The Centre has started to allocate a share of reservation for the upper caste Brahmins, whose population constitutes 12 per cent in Uttar Pradesh and a few other northern states and of states densely populated with the communities of Jats and Patels. This is the tactical move of BJP to garner the votes of upper castes, under the premise that their opposition to BJP will subside.
Conspiracy to blast the ‘Basic Structure of the Constitution’
The Centre has cleverly introduced the Bill of providing reservation in education and employment for the upper castes on economic criteria (‘poor’ among the upper castes) at the Lok Sabha on the final day of the winter session of the Parliament and on the next day at Rajya Sabha, extending the session by one day exclusively to accommodate the Bill without detailed deliberations.
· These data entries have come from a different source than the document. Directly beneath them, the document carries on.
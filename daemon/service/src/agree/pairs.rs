//! The reader's file: one row a tracing, with the local reading.

use std::path::PathBuf;

/// One tracing with its local reading.
#[derive(Debug, Clone, PartialEq)]
pub struct Pair {
    /// The tracing's file, as written in the table (relative to the table's folder).
    pub file: PathBuf,
    /// The local reading, ms.
    pub qt_ms: f64,
    /// The lead that was read; `None` for a global reading.
    pub lead: Option<String>,
    /// QRS by the reader, ms, if given.
    pub qrs_ms: Option<f64>,
}

/// A row that could not be used, and why.
#[derive(Debug, Clone, PartialEq, Eq)]
pub struct BadPair {
    /// The line in the file, from 1.
    pub line: u64,
    /// `column "qt_ms" is not a number of milliseconds`.
    pub why: String,
}

#[derive(serde::Deserialize)]
struct Raw {
    file: String,
    qt_ms: String,
    #[serde(default)]
    lead: Option<String>,
    #[serde(default)]
    qrs_ms: Option<String>,
}

/// Reads `file,qt_ms[,lead][,qrs_ms]` with a header row. Good rows are kept, bad ones reported. An error means that
/// the header itself can't be used.
pub fn pairs(text: &[u8]) -> Result<(Vec<Pair>, Vec<BadPair>), csv::Error> {
    let mut reader = csv::ReaderBuilder::new().trim(csv::Trim::All).from_reader(text);
    let headers = reader.headers()?.clone();
    let (mut good, mut bad) = (Vec::new(), Vec::new());
    for record in reader.records() {
        let record = match record {
            Ok(record) => record,
            Err(error) => {
                let line = error.position().map_or(0, csv::Position::line);
                bad.push(BadPair {
                    line,
                    why: "the row has another number of columns than the header".into(),
                });
                continue;
            }
        };
        let line = record.position().map_or(0, csv::Position::line);
        let checked = record
            .deserialize::<Raw>(Some(&headers))
            .map_err(|_| "columns `file` and `qt_ms` are needed".to_owned())
            .and_then(Pair::checked);
        match checked {
            Ok(pair) => good.push(pair),
            Err(why) => bad.push(BadPair { line, why }),
        }
    }
    Ok((good, bad))
}

impl Pair {
    fn checked(raw: Raw) -> Result<Self, String> {
        let interval = |name: &str, text: &str| {
            text.parse::<f64>().ok().filter(|ms| (20.0..=1000.0).contains(ms)).ok_or_else(|| {
                format!("column `{name}` is not a number of milliseconds between 20 and 1000")
            })
        };
        let filled = |text: Option<String>| text.filter(|text| !text.is_empty());
        if raw.file.is_empty() {
            return Err("column `file` is empty".into());
        }
        Ok(Self {
            qt_ms: interval("qt_ms", &raw.qt_ms)?,
            qrs_ms: filled(raw.qrs_ms).map(|text| interval("qrs_ms", &text)).transpose()?,
            lead: filled(raw.lead).filter(|lead| !lead.eq_ignore_ascii_case("global")),
            file: raw.file.into(),
        })
    }
}

#[cfg(test)]
mod tests {
    use super::*;

    #[test]
    fn good_rows_stay_and_bad_rows_are_named() {
        let text =
            b"file,qt_ms,lead,qrs_ms\na.hea,412,II,92\nb.hea,0.41,,\nc.hea,398,global,\n,400,,\n";
        let (good, bad) = pairs(text).unwrap();
        assert_eq!(good.len(), 2);
        assert_eq!(good[0].lead.as_deref(), Some("II"));
        assert_eq!(good[1].lead, None);
        assert_eq!(bad.iter().map(|row| row.line).collect::<Vec<_>>(), [3, 5]);
        assert!(bad[0].why.contains("between 20 and 1000"), "seconds are not milliseconds");
    }
}
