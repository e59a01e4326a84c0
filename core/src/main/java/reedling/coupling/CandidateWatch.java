// SPDX-License-Identifier: Apache-2.0
package reedling.coupling;

import reedling.contact.ContactKernel;
import reedling.contact.ContactKind;
import reedling.contact.LawSet;
import reedling.neighbour.Chunk;
import reedling.neighbour.ChunkLayout;
import reedling.neighbour.PairSegment;
import reedling.particle.GrainRow;
import reedling.particle.GrainStore;

/**
 * Looks at candidate pairs that could come into the reach of the laws, which for most is the touch: those that do become
 * active, those about to do so limit the next step. Gaps are counted from the reach on.
 *
 * <p>A block of candidates is left alone while its smallest gap cannot have closed:
 * {@code 2 (D - D0) + 3 v_max h_max < gap}, with D the accumulated largest displacement, D0 its value when the block was
 * last looked at, v_max the largest speed and h_max the longest next step.
 */
final class CandidateWatch {

    private final LawSet laws;

    CandidateWatch(LawSet laws) {
        this.laws = laws;
    }

    /**
     * @param travel accumulated largest displacement of any body since the last search, m
     * @param reach what the fastest two bodies may close within the longest next step, m
     */
    void look(
            Chunk chunk,
            GrainStore grains,
            ChunkLayout layout,
            double travel,
            double reach,
            ApproachRule rule,
            ContactTally tally) {
        PairSegment[] segments = chunk.segments();
        for (int s = 0; s < segments.length; s++) {
            PairSegment segment = segments[s];
            for (int block = 0; block < segment.candidateBlocks(); block++) {
                double closed = 2 * (travel - segment.blockTravel()[block]) + reach;
                if (closed >= segment.blockGap()[block]) {
                    lookAtBlock(chunk, s, block, grains, layout, rule, tally);
                    segment.blockTravel()[block] = travel;
                }
            }
        }
    }

    private void lookAtBlock(
            Chunk chunk,
            int segmentNumber,
            int block,
            GrainStore grains,
            ChunkLayout layout,
            ApproachRule rule,
            ContactTally tally) {
        PairSegment segment = chunk.segments()[segmentNumber];
        ContactKernel law =
                laws.bound(ContactKind.GRAIN_GRAIN, segmentNumber / 2).normal();
        double[] rows = grains.rows();
        double smallest = Double.POSITIVE_INFINITY;
        int end = Math.min(segment.candidateCount(), (block + 1) * PairSegment.CANDIDATE_BLOCK);
        for (int k = block * PairSegment.CANDIDATE_BLOCK; k < end; k++) {
            int i = segment.candidateFirst()[k];
            int j = segment.candidateSecond()[k];
            double gap = gap(rows, i, j) - segment.reach();
            if (gap <= 0) {
                chunk.activate(segmentNumber, i, j, layout, grains.ghost());
                segment.removeCandidate(k, grains.ghost());
            } else {
                smallest = gap < smallest ? gap : smallest;
                approach(rows, i, j, gap, segment.reach(), law, rule, tally);
            }
        }
        segment.blockGap()[block] = smallest;
    }

    static double gap(double[] rows, int i, int j) {
        int a = GrainRow.at(i);
        int b = GrainRow.at(j);
        double dx = rows[b] - rows[a];
        double dy = rows[b + 1] - rows[a + 1];
        double dz = rows[b + 2] - rows[a + 2];
        double distance = Math.sqrt(Math.fma(dx, dx, Math.fma(dy, dy, dz * dz)));
        return distance - (rows[a + GrainRow.RADIUS] + rows[b + GrainRow.RADIUS]);
    }

    /** Limits the step for two grains that are apart, by a gap less reach in m, and closing. */
    static void approach(
            double[] rows,
            int i,
            int j,
            double gap,
            double reach,
            ContactKernel law,
            ApproachRule rule,
            ContactTally tally) {
        int a = GrainRow.at(i);
        int b = GrainRow.at(j);
        double radiusI = rows[a + GrainRow.RADIUS];
        double radiusJ = rows[b + GrainRow.RADIUS];
        double distance = gap + reach + radiusI + radiusJ;
        double closing = 0;
        for (int axis = 0; axis < 3; axis++) {
            double across = rows[b + axis] - rows[a + axis];
            double velocity = rows[a + GrainRow.V + axis] - rows[b + GrainRow.V + axis];
            closing = Math.fma(across, velocity, closing);
        }
        closing /= distance;
        if (rule.concerns(gap, closing)) {
            double mass = 1 / (rows[a + GrainRow.INVERSE_MASS] + rows[b + GrainRow.INVERSE_MASS]);
            double radius = radiusI * radiusJ / (radiusI + radiusJ);
            tally.approach(rule.limit(gap, closing, law.duration(closing, radius, mass)));
        }
    }
}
Reservation in Employment under Article 16(4) is meant for the Backward Classes, not adequately Represented
Reservation is meant for the Backward Classes including the Scheduled Castes and the Scheduled Tribes who have been put historically in the lower rungs of social hierarchy. Because of their positions in the society they were denied education and employment of their choice as per the so called ‘divine dictum’.